Re: Should Harry Farr Have Been Pardoned?
A blanket pardon is better than no pardon at all but regardless of cost or complexity the MOD should judge each case on its merits. As someone has already pointed out to give individual pardons would expose the real truth of warfare. The men from lieutenants downwards were just numbers to the generals as they sat well out of harms way and pushed wooden blocks around a map in between sips of sherry. They, of course, got the medals whilst the real men represented by those little wooden blocks did the fighting, dying and getting maimed for life on the whim of a Colonel Blimp.
Like many young men of the day my dad volunteered to fight the Hun on the 14th August 1914 when he was just 19 years old. His service number was 1138, which indicates that when the call came he was one of the first.
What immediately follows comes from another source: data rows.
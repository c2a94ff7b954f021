import { defineConfig } from "vitest/config";

// Tests run without the React Router Vite plugin; the end-to-end project builds and serves the
// real app instead. Three projects: unit (pure), integration (real PostgreSQL), e2e (Chromium).
export default defineConfig({
  resolve: { tsconfigPaths: true },
  test: {
    reporters: ["default", ["json", { outputFile: ".data/test-report.json" }]],
    projects: [
      {
        extends: true,
        test: { name: "unit", include: ["tests/unit/**/*.test.ts"], setupFiles: ["tests/support/console-guard.ts"] },
      },
      {
        extends: true,
        test: {
          name: "integration",
          include: ["tests/integration/**/*.test.ts"],
          globalSetup: ["tests/support/global-database.ts"],
          setupFiles: ["tests/support/console-guard.ts"],
          testTimeout: 20_000,
          hookTimeout: 60_000,
        },
      },
      {
        extends: true,
        test: {
          name: "e2e",
          include: ["tests/e2e/**/*.test.ts"],
          globalSetup: ["tests/support/global-app.ts"],
          setupFiles: ["tests/support/console-guard.ts"],
          testTimeout: 60_000,
          hookTimeout: 120_000,
          fileParallelism: false,
        },
      },
    ],
  },
});
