// The house rules (DEVELOPERS.md, "Layers" and "Lint"): typescript-eslint with types, the rules of
// hooks, no import cycles, and the layering routes → features → db as an import-boundary rule.
// Formatting is Prettier's alone (eslint-config-prettier last).
import path from "node:path";
import { fileURLToPath } from "node:url";
import js from "@eslint/js";
import prettier from "eslint-config-prettier";
import boundaries from "eslint-plugin-boundaries";
import { createNodeResolver, importX } from "eslint-plugin-import-x";
import reactHooks from "eslint-plugin-react-hooks";
import { defineConfig, globalIgnores } from "eslint/config";
import globals from "globals";
import tseslint from "typescript-eslint";
import { featureCycles } from "./scripts/lint/feature-cycles.js";

const root = path.dirname(fileURLToPath(import.meta.url));
// The resolver both plugins use: TypeScript's own rules, from tsconfig.json ("~/…" is app/).
const resolverFile = path.join(root, "scripts/lint/resolver.cjs");
const resolver = (await import(resolverFile)).default;
const house = {
  rules: {
    "no-feature-cycle": featureCycles({
      appDir: path.join(root, "app"),
      resolve: (source, file) => resolver.resolve(source, file).path ?? null,
    }),
  },
};

// What each layer may import (anything not listed is refused). Packages from node_modules are not checked.
const LAYERS = {
  // root.tsx, routes.ts, entry.server.tsx, security.server.ts: the shell React Router starts from;
  // worker.server.ts: the worker's shell (scripts/worker.ts), which joins each queue to its feature's handler.
  entry: ["entry", "route", "component", "feature", "domain", "utils", "platform", "db"],
  route: ["component", "feature", "domain", "utils", "platform", "db"],
  // Components run in the browser too: no `db/`, no `*.server` module (checked below), no platform.
  component: ["component", "feature", "domain", "utils"],
  // Features may use one another, never in a circle (import-x/no-cycle).
  feature: ["feature", "domain", "utils", "platform", "db"],
  // config.server.ts and db.server.ts: read once, used by features and routes.
  platform: ["platform", "utils", "domain", "db"],
  utils: ["utils", "domain", "platform", "db"],
  // The trade's vocabulary: imports nothing of the app.
  domain: ["domain"],
  db: ["db", "domain"],
  // Migrations are frozen in time: they never import app or schema code.
  migration: [],
  // Scripts, tests, seeds and fakes drive the app from outside and may use any of it.
  tooling: ["entry", "route", "component", "feature", "domain", "utils", "platform", "db", "migration", "tooling"],
};

const FILE_LAYERS = new Set(["entry", "platform"]);
/** The boundaries selector of a layer: a folder (element) or a single file of app/ (file category). */
const layer = (name) => (FILE_LAYERS.has(name) ? { file: { categories: name } } : { element: { type: name } });

export default defineConfig(
  globalIgnores([
    "build/",
    ".react-router/",
    "node_modules/",
    ".data/",
    "test-results/",
    "public/",
    "fonts/",
    "**/*.d.ts.map",
  ]),
  js.configs.recommended,
  tseslint.configs.recommendedTypeChecked,
  {
    languageOptions: {
      parserOptions: { projectService: true, tsconfigRootDir: root },
      globals: { ...globals.node },
    },
    rules: {
      // A variable declared early so a callback can see it, assigned once later, stays `let`.
      "prefer-const": ["error", { ignoreReadBeforeAssign: true }],
      // `_name` marks a parameter or element kept for its position (a callback's signature, a tuple).
      "@typescript-eslint/no-unused-vars": [
        "error",
        {
          argsIgnorePattern: "^_",
          varsIgnorePattern: "^_",
          caughtErrorsIgnorePattern: "^_",
          destructuredArrayIgnorePattern: "^_",
          ignoreRestSiblings: true,
        },
      ],
      "@typescript-eslint/consistent-type-imports": ["error", { fixStyle: "inline-type-imports" }],
      // A route's loader and action may be async without awaiting (React Router awaits them);
      // event handlers may return promises (React ignores them; forms show their own errors).
      "@typescript-eslint/require-await": "off",
      "@typescript-eslint/no-misused-promises": ["error", { checksVoidReturn: { attributes: false } }],
      // React Router's way to end a loader or action early is to throw a Response or data(…).
      "@typescript-eslint/only-throw-error": [
        "error",
        {
          allow: [
            { from: "lib", name: "Response" },
            { from: "package", package: "react-router", name: "DataWithResponseInit" },
          ],
        },
      ],
      // Numbers and booleans read fine in messages and URLs.
      "@typescript-eslint/restrict-template-expressions": ["error", { allowNumber: true, allowBoolean: true }],
    },
  },
  {
    // Migrations take Kysely<any>: they are frozen in time and must not depend on today's schema types.
    files: ["migrations/**/*.ts"],
    rules: { "@typescript-eslint/no-explicit-any": "off" },
  },
  {
    // Tests read JSON bodies from the served app (typed `any` by fetch) and check their shape with
    // assertions; typing every body first would only restate the assertions.
    files: ["tests/**/*.ts"],
    rules: {
      "@typescript-eslint/no-unsafe-assignment": "off",
      "@typescript-eslint/no-unsafe-member-access": "off",
      "@typescript-eslint/no-unsafe-argument": "off",
      "@typescript-eslint/no-unsafe-call": "off",
      "@typescript-eslint/no-unsafe-return": "off",
    },
  },
  {
    files: ["**/*.{js,cjs,mjs}"],
    extends: [tseslint.configs.disableTypeChecked],
  },
  {
    files: ["**/*.cjs"],
    languageOptions: { sourceType: "commonjs" },
    rules: { "@typescript-eslint/no-require-imports": "off" },
  },
  {
    files: ["app/**/*.tsx"],
    extends: [reactHooks.configs.flat["recommended-latest"]],
    languageOptions: { globals: { ...globals.browser } },
    rules: {
      // Warns that the React Compiler would skip a component; the build does not use the compiler.
      "react-hooks/incompatible-library": "off",
      // A missing dependency is a stale value on screen: an error, like the other rules of hooks.
      "react-hooks/exhaustive-deps": "error",
    },
  },
  {
    files: ["app/**/*.{ts,tsx}", "db/**/*.ts", "migrations/**/*.ts"],
    plugins: { "import-x": importX, boundaries, bayproof: house },
    settings: {
      // import-x reads the imported files itself: with TypeScript's parser, or it sees no imports in them.
      "import-x/parsers": { "@typescript-eslint/parser": [".ts", ".tsx"] },
      "import-x/extensions": [".ts", ".tsx", ".js", ".cjs", ".mjs"],
      "import-x/resolver-next": [createNodeResolver(resolver.options)],
      "import/resolver": { [resolverFile]: {} },
      "boundaries/root-path": root,
      "boundaries/elements": [
        { type: "route", pattern: "app/routes", partialMatch: false },
        { type: "component", pattern: "app/components", partialMatch: false },
        { type: "domain", pattern: "app/domain", partialMatch: false },
        { type: "utils", pattern: "app/utils", partialMatch: false },
        // Every other folder of app/ is a feature: auth, reports, moderation, stats, feed, air, catalogue,
        // search, jobs, storage, bench, exposure… (the logic of one concern each).
        { type: "feature", pattern: "app/*", capture: ["feature"], partialMatch: false },
        { type: "db", pattern: "db", partialMatch: false },
        { type: "migration", pattern: "migrations", partialMatch: false },
        { type: "tooling", pattern: "{scripts,tests,seeds,fakes}", partialMatch: false },
      ],
      // Single files of app/ that form a layer of their own, and the server-only modules.
      "boundaries/files": [
        { category: "entry", pattern: "app/{root.tsx,routes.ts,entry.server.tsx,security.server.ts,worker.server.ts}" },
        { category: "platform", pattern: "app/{config,db}.server.ts" },
        { category: "server", pattern: "**/*.server.{ts,tsx}" },
      ],
    },
    rules: {
      "import-x/no-cycle": ["error", { ignoreExternal: true }],
      "import-x/no-self-import": "error",
      "bayproof/no-feature-cycle": "error",
      "import-x/no-duplicates": ["error", { "prefer-inline": true }],
      "boundaries/no-unknown-files": "error",
      "boundaries/dependencies": [
        "error",
        {
          default: "disallow",
          message:
            "{{from.element.type}}{{from.file.categories}} may not import {{to.element.type}}{{to.file.categories}} (DEVELOPERS.md, Layers)",
          policies: [
            ...Object.entries(LAYERS)
              .filter(([, to]) => to.length > 0)
              .map(([from, to]) => ({ from: layer(from), allow: { to: to.map(layer) } })),
            {
              // A type import is erased from the bundle; a value import would ship server code to the browser.
              from: { element: { type: "component" } },
              disallow: { to: { file: { categories: "server" } }, dependency: { kind: "value" } },
              message: "components run in the browser: no value from a *.server module (DEVELOPERS.md, Layers)",
            },
          ],
        },
      ],
    },
  },
  prettier,
);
He had the good fortune to join the 5th East Lancs Battery of the Royal Field Artillery, 1st East Lancs Brigade, thus was not one of the front line trench troops. After suitable training he was posted to Cairo, Egypt and took part in the Gallipoli campaign in 1915 where shrapnel wounds saw him get a break from the fighting until he recovered. His next break came courtesy of a bullet and then a longer break after being gassed. After each recovery he was sent back to the front to do his duty with distinction until the end of the Great War. In spite of all that he considered himself as one of the lucky ones – he survived. Many of his comrades in arms did not.
Not that his survival did him any real good because he got caught up in WWII and spent the next 5 years in a German concentration camp. Only to die on the 5th November 1948.